I expected an indentation-based statically compiled language, not a Rust clone...
cladamski79@reddit (OP)
Comparing languages is just a really interesting exercise from both a syntax and semantic point of view. Hica isn't intended to be a clone of Python, nor Rust; it's exploring its own space and specific design trade-offs. Syntactic preferences are always subjective, but looking at how different paradigms solve the same structural problems is just a fun way to analyse language design.
snugar_i@reddit
Oh, definitely. Just that when you say "Python has been one of its inspirations", people expect some similarity to Python
cladamski79@reddit (OP)
Inspired by can mean many things 🙂 I took a deep-dive on python stdlib and especially how it manages lists. I remember when first starting out, I loved the simplicity of Python, very easy and fun for beginners!
snugar_i@reddit
Do you plan to add a section "Hica vs. Koka"? Since hica transpiles to Koka, what are its advantages over using Koka directly?
cladamski79@reddit (OP)
Thanks! Great question and good feedback!

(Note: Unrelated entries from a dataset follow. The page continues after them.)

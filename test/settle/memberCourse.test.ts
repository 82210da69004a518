import { describe, expect, it } from 'vitest';
import { MemberCourse } from '../../compiler/settle/memberCourse.js';

describe('the course of a set', () => {
  const course = new MemberCourse(4);
  const sets = [[0, 1, 3], [1, 3], [1, 2], [1, 2], []];
  sets.forEach((members, after) => {
    course.note(after, members);
  });

  it('has a step wherever the size changes', () => {
    expect(course.steps).toEqual([
      [0, 3],
      [1, 2],
      [4, 0],
    ]);
  });

  it('knows when each thing was in the set for the last time', () => {
    expect(Array.from(course.last)).toEqual([0, 3, 3, 1]);
    const empty = new MemberCourse(2);
    empty.note(0, [1]);
    expect(Array.from(empty.last)).toEqual([-1, 0]);
  });

  it('knows when the set last changed, also where its size did not', () => {
    expect(course.changedAfter).toBe(4);
    const exchange = new MemberCourse(2);
    exchange.note(0, [0]);
    expect(exchange.changedAfter).toBe(0);
    exchange.note(1, [1]);
    exchange.note(2, [1]);
    expect(exchange.changedAfter).toBe(1);
    expect(exchange.steps).toEqual([[0, 1]]);
  });
});
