describe('the length of a run', () => {
  const chain = (length: number) => {
    const stages = Array.from({ length }, (_, i) => [
      `s${i}`,
      { clock: 'clk', data: i === 0 ? 'i' : `s${i - 1}` },
    ]);
    return Object.fromEntries(stages) as Record<string, { clock: string; data: string }>;
  };

  it('is what is asked for, with the stimulus cut or its last row held', async () => {
    const circuit = smallCircuit({ inputs: ['clk', 'i'], outputs: ['s2'], registers: chain(3) });
    const stimulus = [{ cycles: 2, rows: Uint32Array.of(0, 1), stride: 1 }];
    const cut = await settled(circuit, { stimulus, cycles: 1 });
    expect(cut).toMatchObject({ cycles: 1, stimulusCycles: 1 });
    expect(cut.unknown.held).toBeUndefined();
    expect(cut.elements.map(({ verdict }) => verdict)).toEqual(['known', 'powerUp', 'powerUp']);
    const held = await settled(circuit, { stimulus, cycles: 9 });
    expect(held).toMatchObject({ cycles: 9, stimulusCycles: 2 });
    expect(held.elements.map(({ value }) => value)).toEqual([1, 1, 1]);
    expect(await settled(circuit, { cycles: 0 })).toMatchObject({ cycles: 0, stimulusCycles: 0 });
  });

  it('is the stimulus and then until the states come again', async () => {
    const circuit = smallCircuit({ inputs: ['clk', 'i'], outputs: ['s9'], registers: chain(10) });
    const stimulus = [{ cycles: 5, rows: new Uint32Array(1), stride: 0 }];
    const report = await settled(circuit, { stimulus });
    expect(report.unknown.held).toEqual({ kind: 'still', after: 10 });
    expect(report.cycles).toBeLessThan(13);
  });

  it('ends when nothing has become known or unknown for a while', async () => {
    const { gates, registers } = counter(12);
    // Known when the counter has its eighth bit up, in cycle 128, and changing until then.
    const late = { late: { clock: 'clk', data: 'd' } };
    const circuit = smallCircuit({
      inputs: ['clk'],
      outputs: ['late'],
      gates: { ...gates, z: 'zero', d: 'mux c7 late z' },
      registers: { ...registers, ...late },
    });
    const report = await settled(circuit);
    expect(byName(report).late).toMatchObject({ verdict: 'known', knownAfter: 129 });
    expect(report.cycles).toBe(129 + QUIET_CYCLES);
    expect(report.unknown.held).toBeUndefined();
  });

  it('ends when the unknown bits go on changing', async () => {
    const { gates, registers } = counter(16);
    const circuit = smallCircuit({
      inputs: ['clk'],
      outputs: ['shown'],
      gates: { ...gates, gated: 'and free c0' },
      registers: {
        ...registers,
        free: { clock: 'clk', data: 'free' },
        shown: { clock: 'clk', data: 'gated' },
      },
    });
    expect((await settled(circuit)).cycles).toBe(MOST_HELD_CYCLES);
  });
});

A "Hica vs. Koka" section is a great idea and I should definitely add it to the docs!
Since hica compiles to Koka, the differences are about intent, ergonomics, and tooling:
Familiar syntax: braces, let, =>, pipes that are designed to feel natural if you know Rust/TS/C#, vs Koka's ML-rooted layout.
Curated complexity: Koka exposes the full power of algebraic effect handlers. hica infers and emits effects automatically so you get the safety without writing effect annotations.
Integrated toolchain: 'hica test', 'hica check', 'hica fmt', 'hica repl', 'hica new' all built in. Koka gives you a compiler; hica gives you a workspace. 🙂
Ecosystem: purpose-built libraries like HML (config language), klap (CLI parsing), and kunit (testing) designed for hica workflows.
HML: https://cladam.github.io/hica/docs/HML-specification/
SandraGifford785@reddit
the immutability and pattern matching framing is reasonable but the practical problem for any new language vs python is that the python ecosystem (numpy, pandas, scipy, polars, jax, torch) does 95% of the heavy lifting for data work. anything that competes with python on language-design grounds still needs the libraries to be useful, and the bootstrap problem for those is enormous. the closest comparable launches that actually got somewhere are julia and now mojo, both of which built around a specific niche (scientific computing for julia, model compilation for mojo) where they could be 10x better than python on the axis that mattered. immutability + types alone is a hard sell when typescript and rust already cover those use cases
cladamski79@reddit (OP)
This is a sharp and realistic critique, thank you!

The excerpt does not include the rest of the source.